Problem to work on.
Restate word for word the entries below, starting with the line with "export async function loadParts(showId: string, from: SetRef" and continuing through the line with "scores: 404). */". Include both of those lines and no others.

The records.
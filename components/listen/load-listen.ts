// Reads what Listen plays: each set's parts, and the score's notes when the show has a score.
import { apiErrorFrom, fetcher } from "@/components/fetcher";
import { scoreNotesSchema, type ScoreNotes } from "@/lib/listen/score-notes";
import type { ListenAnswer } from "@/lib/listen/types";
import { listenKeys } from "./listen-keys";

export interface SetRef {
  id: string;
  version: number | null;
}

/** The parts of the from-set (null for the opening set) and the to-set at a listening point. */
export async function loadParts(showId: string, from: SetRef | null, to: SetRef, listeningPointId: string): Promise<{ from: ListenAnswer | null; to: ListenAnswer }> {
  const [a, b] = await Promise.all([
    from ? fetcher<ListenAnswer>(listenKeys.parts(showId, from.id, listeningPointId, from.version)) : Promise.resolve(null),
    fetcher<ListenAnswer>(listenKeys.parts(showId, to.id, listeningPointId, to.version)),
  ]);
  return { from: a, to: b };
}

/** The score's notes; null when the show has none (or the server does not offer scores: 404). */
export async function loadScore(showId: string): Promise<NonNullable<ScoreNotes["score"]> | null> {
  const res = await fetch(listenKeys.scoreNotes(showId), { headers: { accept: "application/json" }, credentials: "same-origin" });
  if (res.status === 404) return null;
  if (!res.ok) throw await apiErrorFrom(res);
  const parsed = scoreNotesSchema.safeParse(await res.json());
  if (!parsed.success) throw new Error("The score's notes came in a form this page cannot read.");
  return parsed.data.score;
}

Result of this exercise.
export async function loadParts(showId: string, from: SetRef | null, to: SetRef, listeningPointId: string): Promise<{ from: ListenAnswer | null; to: ListenAnswer }> {
  const [a, b] = await Promise.all([
    from ? fetcher<ListenAnswer>(listenKeys.parts(showId, from.id, listeningPointId, from.version)) : Promise.resolve(null),
    fetcher<ListenAnswer>(listenKeys.parts(showId, to.id, listeningPointId, to.version)),
  ]);
  return { from: a, to: b };
}

/** The score's notes; null when the show has none (or the server does not offer scores: 404). */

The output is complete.